Problem to solve
Only a number is wanted: how many lines of the entries include the string "sentences"?

(Collected data)
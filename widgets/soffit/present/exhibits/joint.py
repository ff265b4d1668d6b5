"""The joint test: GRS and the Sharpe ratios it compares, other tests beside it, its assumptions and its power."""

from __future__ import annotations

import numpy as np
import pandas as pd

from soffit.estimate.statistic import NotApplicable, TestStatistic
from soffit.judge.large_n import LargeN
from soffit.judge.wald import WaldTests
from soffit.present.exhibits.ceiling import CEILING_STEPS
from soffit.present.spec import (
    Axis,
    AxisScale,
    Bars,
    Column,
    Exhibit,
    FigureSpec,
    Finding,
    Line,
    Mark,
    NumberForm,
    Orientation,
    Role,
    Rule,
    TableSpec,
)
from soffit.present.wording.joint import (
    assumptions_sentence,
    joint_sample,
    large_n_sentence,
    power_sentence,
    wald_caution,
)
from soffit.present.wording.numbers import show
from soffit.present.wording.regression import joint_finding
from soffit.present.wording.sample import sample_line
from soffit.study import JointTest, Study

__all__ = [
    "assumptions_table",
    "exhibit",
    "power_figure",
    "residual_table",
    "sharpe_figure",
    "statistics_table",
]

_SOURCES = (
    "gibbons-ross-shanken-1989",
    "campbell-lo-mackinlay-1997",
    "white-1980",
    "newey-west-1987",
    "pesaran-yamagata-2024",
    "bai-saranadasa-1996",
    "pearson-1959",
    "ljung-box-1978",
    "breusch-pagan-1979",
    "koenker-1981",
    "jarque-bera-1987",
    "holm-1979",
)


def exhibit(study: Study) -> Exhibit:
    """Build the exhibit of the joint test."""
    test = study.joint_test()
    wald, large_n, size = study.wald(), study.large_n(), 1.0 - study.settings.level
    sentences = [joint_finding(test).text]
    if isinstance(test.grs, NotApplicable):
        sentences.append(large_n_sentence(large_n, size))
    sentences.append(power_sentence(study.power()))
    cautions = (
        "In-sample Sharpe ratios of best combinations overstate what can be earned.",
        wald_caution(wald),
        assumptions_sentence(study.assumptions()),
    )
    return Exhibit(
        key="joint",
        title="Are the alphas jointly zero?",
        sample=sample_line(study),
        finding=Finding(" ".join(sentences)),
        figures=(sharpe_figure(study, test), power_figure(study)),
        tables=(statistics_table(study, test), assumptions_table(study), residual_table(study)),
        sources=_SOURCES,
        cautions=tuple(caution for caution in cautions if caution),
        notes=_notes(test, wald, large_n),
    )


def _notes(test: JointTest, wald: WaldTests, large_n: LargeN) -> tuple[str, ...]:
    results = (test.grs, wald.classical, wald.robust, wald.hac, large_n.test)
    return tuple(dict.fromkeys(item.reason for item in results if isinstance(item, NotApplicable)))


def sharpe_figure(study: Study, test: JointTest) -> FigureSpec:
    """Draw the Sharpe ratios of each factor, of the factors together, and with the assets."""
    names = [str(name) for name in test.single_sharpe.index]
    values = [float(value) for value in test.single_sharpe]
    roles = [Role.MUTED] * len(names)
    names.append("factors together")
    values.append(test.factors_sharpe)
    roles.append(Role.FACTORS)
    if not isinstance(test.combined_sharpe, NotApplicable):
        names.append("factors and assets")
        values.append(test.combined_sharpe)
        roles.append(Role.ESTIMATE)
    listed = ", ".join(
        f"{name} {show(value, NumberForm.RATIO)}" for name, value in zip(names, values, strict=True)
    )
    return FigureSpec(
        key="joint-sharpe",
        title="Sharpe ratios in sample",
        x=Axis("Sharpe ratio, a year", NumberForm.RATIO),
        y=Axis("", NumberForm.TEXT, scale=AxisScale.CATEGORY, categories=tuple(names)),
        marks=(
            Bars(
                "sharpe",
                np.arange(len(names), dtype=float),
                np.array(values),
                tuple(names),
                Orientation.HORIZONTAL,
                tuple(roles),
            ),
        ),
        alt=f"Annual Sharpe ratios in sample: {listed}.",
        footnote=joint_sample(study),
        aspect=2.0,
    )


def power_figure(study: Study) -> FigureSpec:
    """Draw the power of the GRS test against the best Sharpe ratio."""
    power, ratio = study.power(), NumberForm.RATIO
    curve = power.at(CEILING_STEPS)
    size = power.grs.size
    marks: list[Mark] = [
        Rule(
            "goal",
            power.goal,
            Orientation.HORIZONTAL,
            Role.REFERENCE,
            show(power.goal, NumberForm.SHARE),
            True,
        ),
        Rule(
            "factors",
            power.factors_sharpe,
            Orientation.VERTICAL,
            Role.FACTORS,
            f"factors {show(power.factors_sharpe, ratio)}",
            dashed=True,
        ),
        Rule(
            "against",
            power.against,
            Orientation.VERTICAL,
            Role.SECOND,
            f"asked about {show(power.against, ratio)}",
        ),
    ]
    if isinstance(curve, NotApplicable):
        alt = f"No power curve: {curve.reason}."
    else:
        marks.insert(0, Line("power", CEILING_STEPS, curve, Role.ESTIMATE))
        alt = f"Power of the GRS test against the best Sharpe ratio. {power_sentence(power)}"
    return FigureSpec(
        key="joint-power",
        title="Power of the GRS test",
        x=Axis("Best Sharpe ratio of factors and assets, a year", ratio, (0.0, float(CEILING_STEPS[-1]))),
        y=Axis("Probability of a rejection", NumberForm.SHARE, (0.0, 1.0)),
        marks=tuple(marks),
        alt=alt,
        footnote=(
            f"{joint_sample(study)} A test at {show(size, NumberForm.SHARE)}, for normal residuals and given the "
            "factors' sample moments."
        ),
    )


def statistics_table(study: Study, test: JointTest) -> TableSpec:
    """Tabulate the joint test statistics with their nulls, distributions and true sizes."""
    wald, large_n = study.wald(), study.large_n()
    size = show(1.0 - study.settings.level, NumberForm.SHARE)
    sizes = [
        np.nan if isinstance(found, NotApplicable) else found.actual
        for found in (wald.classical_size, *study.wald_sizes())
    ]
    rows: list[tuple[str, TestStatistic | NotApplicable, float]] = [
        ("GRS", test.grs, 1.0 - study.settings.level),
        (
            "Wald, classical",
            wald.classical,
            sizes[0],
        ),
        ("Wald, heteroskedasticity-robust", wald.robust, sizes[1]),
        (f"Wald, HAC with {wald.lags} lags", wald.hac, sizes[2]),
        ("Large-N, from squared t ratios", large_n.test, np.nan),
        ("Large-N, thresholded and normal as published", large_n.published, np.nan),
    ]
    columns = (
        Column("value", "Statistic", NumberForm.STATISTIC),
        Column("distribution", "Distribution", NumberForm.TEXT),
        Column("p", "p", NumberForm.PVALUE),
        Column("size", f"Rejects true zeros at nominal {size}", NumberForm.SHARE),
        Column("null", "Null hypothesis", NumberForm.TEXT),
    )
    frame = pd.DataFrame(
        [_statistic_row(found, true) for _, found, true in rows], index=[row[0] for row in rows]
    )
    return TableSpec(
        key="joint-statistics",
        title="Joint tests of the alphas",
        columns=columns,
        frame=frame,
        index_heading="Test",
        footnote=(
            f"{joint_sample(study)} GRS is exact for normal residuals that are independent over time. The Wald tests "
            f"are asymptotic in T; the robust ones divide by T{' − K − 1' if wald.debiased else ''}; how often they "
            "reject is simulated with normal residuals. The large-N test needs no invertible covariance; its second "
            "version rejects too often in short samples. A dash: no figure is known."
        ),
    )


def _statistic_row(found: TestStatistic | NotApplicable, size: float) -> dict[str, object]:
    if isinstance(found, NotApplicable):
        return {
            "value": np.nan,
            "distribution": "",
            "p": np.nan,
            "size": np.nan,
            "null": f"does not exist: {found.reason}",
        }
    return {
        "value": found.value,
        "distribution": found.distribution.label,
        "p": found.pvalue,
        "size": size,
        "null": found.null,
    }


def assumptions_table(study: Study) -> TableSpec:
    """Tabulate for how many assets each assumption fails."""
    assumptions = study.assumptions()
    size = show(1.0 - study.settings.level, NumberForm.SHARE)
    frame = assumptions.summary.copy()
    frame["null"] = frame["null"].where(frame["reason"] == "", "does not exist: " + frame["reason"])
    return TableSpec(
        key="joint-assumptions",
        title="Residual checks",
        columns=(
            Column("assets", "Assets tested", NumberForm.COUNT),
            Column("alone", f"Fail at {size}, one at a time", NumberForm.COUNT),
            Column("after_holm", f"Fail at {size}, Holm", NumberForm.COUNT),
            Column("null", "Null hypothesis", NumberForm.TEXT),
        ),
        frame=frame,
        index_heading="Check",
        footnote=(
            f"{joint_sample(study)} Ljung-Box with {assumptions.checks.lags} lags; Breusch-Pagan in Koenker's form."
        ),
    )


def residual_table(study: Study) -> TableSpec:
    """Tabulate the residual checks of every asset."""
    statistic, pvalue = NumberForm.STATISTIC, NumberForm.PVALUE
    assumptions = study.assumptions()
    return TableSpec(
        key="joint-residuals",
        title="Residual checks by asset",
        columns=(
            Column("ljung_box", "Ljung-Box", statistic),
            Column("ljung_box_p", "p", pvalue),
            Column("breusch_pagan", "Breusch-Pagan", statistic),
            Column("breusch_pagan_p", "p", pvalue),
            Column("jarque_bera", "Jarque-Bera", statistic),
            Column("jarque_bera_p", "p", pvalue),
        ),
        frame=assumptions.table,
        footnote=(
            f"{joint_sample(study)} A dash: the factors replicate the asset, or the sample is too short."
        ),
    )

Result of the task
4